Он не мог объяснить, почему у него возникло это странное чувство, но был уверен, что Ванесса не похожа ни на одну знакомую ему молодую женщину. Он знал многих людей искусства, общался с их близкими, но все они не имели с ней ровным счетом ничего общего.
Он вспомнил о низком своднике Ричарде Косуэе, вызывавшем у него отвращение, о том, как тот годами пил с принцем и чуть не погубил его. После каждой пирушки принц сваливался и по несколько дней лежал, мучась похмельем и желудочными болями.
Принц часто кутил и с Ричардом Бринсли Шериданом. Пьесы «Соперники», «Школа злословия» и «Критик» принесли ему международную известность, но вряд ли он мог образумить принца и повлиять на него в лучшую сторону.
Круг друзей принца был весьма разнообразен — среди них встречались люди чрезвычайно умные и талантливые, но их было немного, и их все равно считали вертопрахами и презирали. Хуже всего, что о принце судили по его приятелям и отзывались весьма нелестно.
Конечно, его знакомства не ограничивались представителями богемы. Принц дружил и с молодыми аристократами достаточно строгих правил вроде маркиза, который любил бывать с его высочеством в узком кругу, и наслаждался его обществом.
Принц, несомненно, обладал актерским талантом и, как говорил герцог Веллингтон, мастерски воспроизводил манеры, жесты, интонации и даже голоса других людей.

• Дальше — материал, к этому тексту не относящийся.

package main

import (
	"fmt"
	"os"
	"path/filepath"
	"strings"
	"testing"
)

// A plan whose data are held as parts and run through the queue prints on
// the terminal the warnings a local run prints of the data it read: an
// outcome code that lies apart from the others (W31) and a
// reject_if_sparse rule counting within a numeric column of many values
// (W32), the same lines.
func TestQueueRunOverPartsWarns(t *testing.T) {
	if testing.Short() {
		t.Skip("starts worker processes")
	}
	var b strings.Builder
	b.WriteString("y,a,b\n")
	for i := range 240 {
		y := 1 + (i*7+i/5)%4
		if i%40 == 3 {
			y = 9
		}
		fmt.Fprintf(&b, "%d,%.3f,%d\n", y, float64(i)*0.37+float64(i%11)*0.01, i%2)
	}
	dir := t.TempDir()
	var files []string
	for p, raw := range splitInTurn([]byte(b.String()), 3) {
		name := fmt.Sprintf("part%d.csv", p)
		os.WriteFile(filepath.Join(dir, name), raw, 0o644)
		files = append(files, name)
	}
	plan := filepath.Join(dir, "plan.yaml")
	os.WriteFile(plan, []byte(`version: 1
data:
  parts: [`+strings.Join(files, ", ")+`]
outcomes:
  - column: y
predictors: [a, b]
models:
  approaches: [cumulative]
  effects: [parallel, partial]
  links: [logit]
  partial: {free: [a]}
tests: {parallel_lines: [lr]}
rules:
  - reject_unconverged: true
  - reject_if_sparse: {smallest_category: 5, within: a}
  - choose: {by: bic}
`), 0o644)
	_, localErrs, code := runCLI("run", plan, "--out", filepath.Join(dir, "here"), "--quiet")
	if code != 0 {
		t.Fatalf("local run: exit %d: %s", code, localErrs)
	}
	_, _, r := runHereAndQueued(t, plan, 1)
	for _, want := range []string{
		"warning: " + plan + ": outcome y: Code 9 lies apart from the others (1 to 4)",
		"warning: " + plan + ": outcome y: the rule at line 15 (reject_if_sparse) counts each category within the values of a, which takes ",
	} {
		if !strings.Contains(localErrs, want) {
			t.Fatalf("the local run does not warn %q:\n%s", want, localErrs)
		}
		if !strings.Contains(r[1], want) {
			t.Errorf("the run through the queue does not warn %q:\n%s", want, r[1])
		}
	}
}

Джордж Бруммел полагал, что его артистическое дарование было поистине исключительно. Не родись он в королевской семье, принц мог бы стать лучшим комическим актеров Европы.
Принц был изящен, остроумен и считался выдающимся музыкальным критиком.
Однако маркиз видел, как легко и беззаботно он губил свою репутацию и растрачивал таланты в неподобающем обществе. Рэкфорд держался независимо, но мнение света было ему отнюдь не безразлично.
Маркиз не желал, чтобы над ним посмеивались снобы или завсегдатаи великосветских салонов.